(RECORD EXCERPTS)
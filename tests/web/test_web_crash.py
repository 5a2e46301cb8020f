"""Crashes and restarts: a worker killed with SIGKILL mid-run, a server stopped or
killed during a run, a restart on the same data folder, SQLite's WAL mode and
transactions, and (in tests.storage_scenarios) a full disk and a read-only data folder.

The slow site ("Harrowmere", invented): 1600 × 1600 cells of 2 m in UTM 33N,
ground rising 20 m from west to east with a gentle egg-box ripple
(3 m · sin(9x) · cos(7y), x and y in grid widths), so that the analysis of
its 2.56 million cells takes a few seconds in a worker process, long enough to
kill the worker while it writes its result files.
"""

from __future__ import annotations

import hashlib
import io
import json
import os
import signal
import socket
import sqlite3
import subprocess
import sys
import time
from pathlib import Path

import numpy as np
import pytest

from tests.rasters import grid, write_raster
from tests.web_support import ASSETS_CSV, Client, analysed_site, confirm, make_app, upload_dem
from sillmark.web import db, layout
from sillmark.web.jobs import INTERRUPTED_PHASE, REQUEUED_PHASE, JobRunner, _pid_alive

pytestmark = pytest.mark.slow

ROOT = Path(__file__).resolve().parents[2]
SLOW_SIDE = 1600
#: The phase in which the worker is killed: several result files are written then.
KILL_PHASE = "writing result files"


@pytest.fixture(scope="module")
def harrowmere_tif(tmp_path_factory) -> Path:
    n = SLOW_SIDE
    yy, xx = np.mgrid[0:n, 0:n].astype(np.float32) / n
    z = (20.0 * xx + 3.0 * np.sin(9.0 * xx) * np.cos(7.0 * yy)).astype(np.float32)
    return write_raster(tmp_path_factory.mktemp("harrowmere") / "harrowmere.tif", z,
                        transform=grid(2.0), compress="deflate")


# --------------------------------------------------------------------------- helpers


def run_row(db_path: Path, run_id: int) -> sqlite3.Row:
    conn = sqlite3.connect(db_path)
    conn.row_factory = sqlite3.Row
    try:
        return conn.execute("SELECT * FROM runs WHERE id = ?", (run_id,)).fetchone()
    finally:
        conn.close()


def wait_for(predicate, timeout: float, what: str, every: float = 0.02):
    deadline = time.monotonic() + timeout
    while True:
        value = predicate()
        if value:
            return value
        if time.monotonic() > deadline:
            raise AssertionError(f"timed out after {timeout:.0f} s waiting for {what}")
        time.sleep(every)


def wait_until_finished(client: Client, site_id: int, timeout: float = 120.0) -> dict:
    def finished():
        st = client.get(f"/api/sites/{site_id}/status").get_json()
        return st if st["run"] and st["run"]["status"] in ("done", "failed") else None

    return wait_for(finished, timeout, "the run to finish", every=0.1)


def kill_in_phase(db_path: Path, run_id: int, phase: str = KILL_PHASE) -> int:
    """SIGKILL the worker of ``run_id`` once it records ``phase``; return its pid."""
    row = wait_for(lambda: (lambda r: r if r["phase"] == phase and r["worker_pid"] else None)(
        run_row(db_path, run_id)), 120, f"run {run_id} to reach '{phase}'")
    pid = int(row["worker_pid"])
    assert pid != os.getpid()
    os.kill(pid, signal.SIGKILL)
    return pid


def sha(data: bytes) -> str:
    return hashlib.sha256(data).hexdigest()


def served_results(client: Client, site_id: int) -> dict[str, str]:
    """Digest of every result file the site serves now (as its Files tab lists them)."""
    out = {}
    for f in client.get(f"/api/sites/{site_id}/files").get_json()["files"]:
        r = client.get(f["url"])
        assert r.status_code == 200, (f["name"], r.status_code)
        out[f["name"]] = sha(r.get_data())
    return out


def files_on_disk(folder: Path) -> dict[str, str]:
    return {p.name: sha(p.read_bytes()) for p in sorted(folder.iterdir()) if p.is_file()}


def free_port() -> int:
    with socket.socket() as s:
        s.bind(("127.0.0.1", 0))
        return s.getsockname()[1]


# --------------------------------------------------------------------------- SIGKILL mid-run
(End RECORD EXCERPTS)
All lines above from the line with "import json" through the line with "z = (20.0 * xx", both included, are to be set down exactly, with nothing else.

import json
import os
import signal
import socket
import sqlite3
import subprocess
import sys
import time
from pathlib import Path

import numpy as np
import pytest

from tests.rasters import grid, write_raster
from tests.web_support import ASSETS_CSV, Client, analysed_site, confirm, make_app, upload_dem
from sillmark.web import db, layout
from sillmark.web.jobs import INTERRUPTED_PHASE, REQUEUED_PHASE, JobRunner, _pid_alive

pytestmark = pytest.mark.slow

ROOT = Path(__file__).resolve().parents[2]
SLOW_SIDE = 1600
#: The phase in which the worker is killed: several result files are written then.
KILL_PHASE = "writing result files"


@pytest.fixture(scope="module")
def harrowmere_tif(tmp_path_factory) -> Path:
    n = SLOW_SIDE
    yy, xx = np.mgrid[0:n, 0:n].astype(np.float32) / n
    z = (20.0 * xx + 3.0 * np.sin(9.0 * xx) * np.cos(7.0 * yy)).astype(np.float32)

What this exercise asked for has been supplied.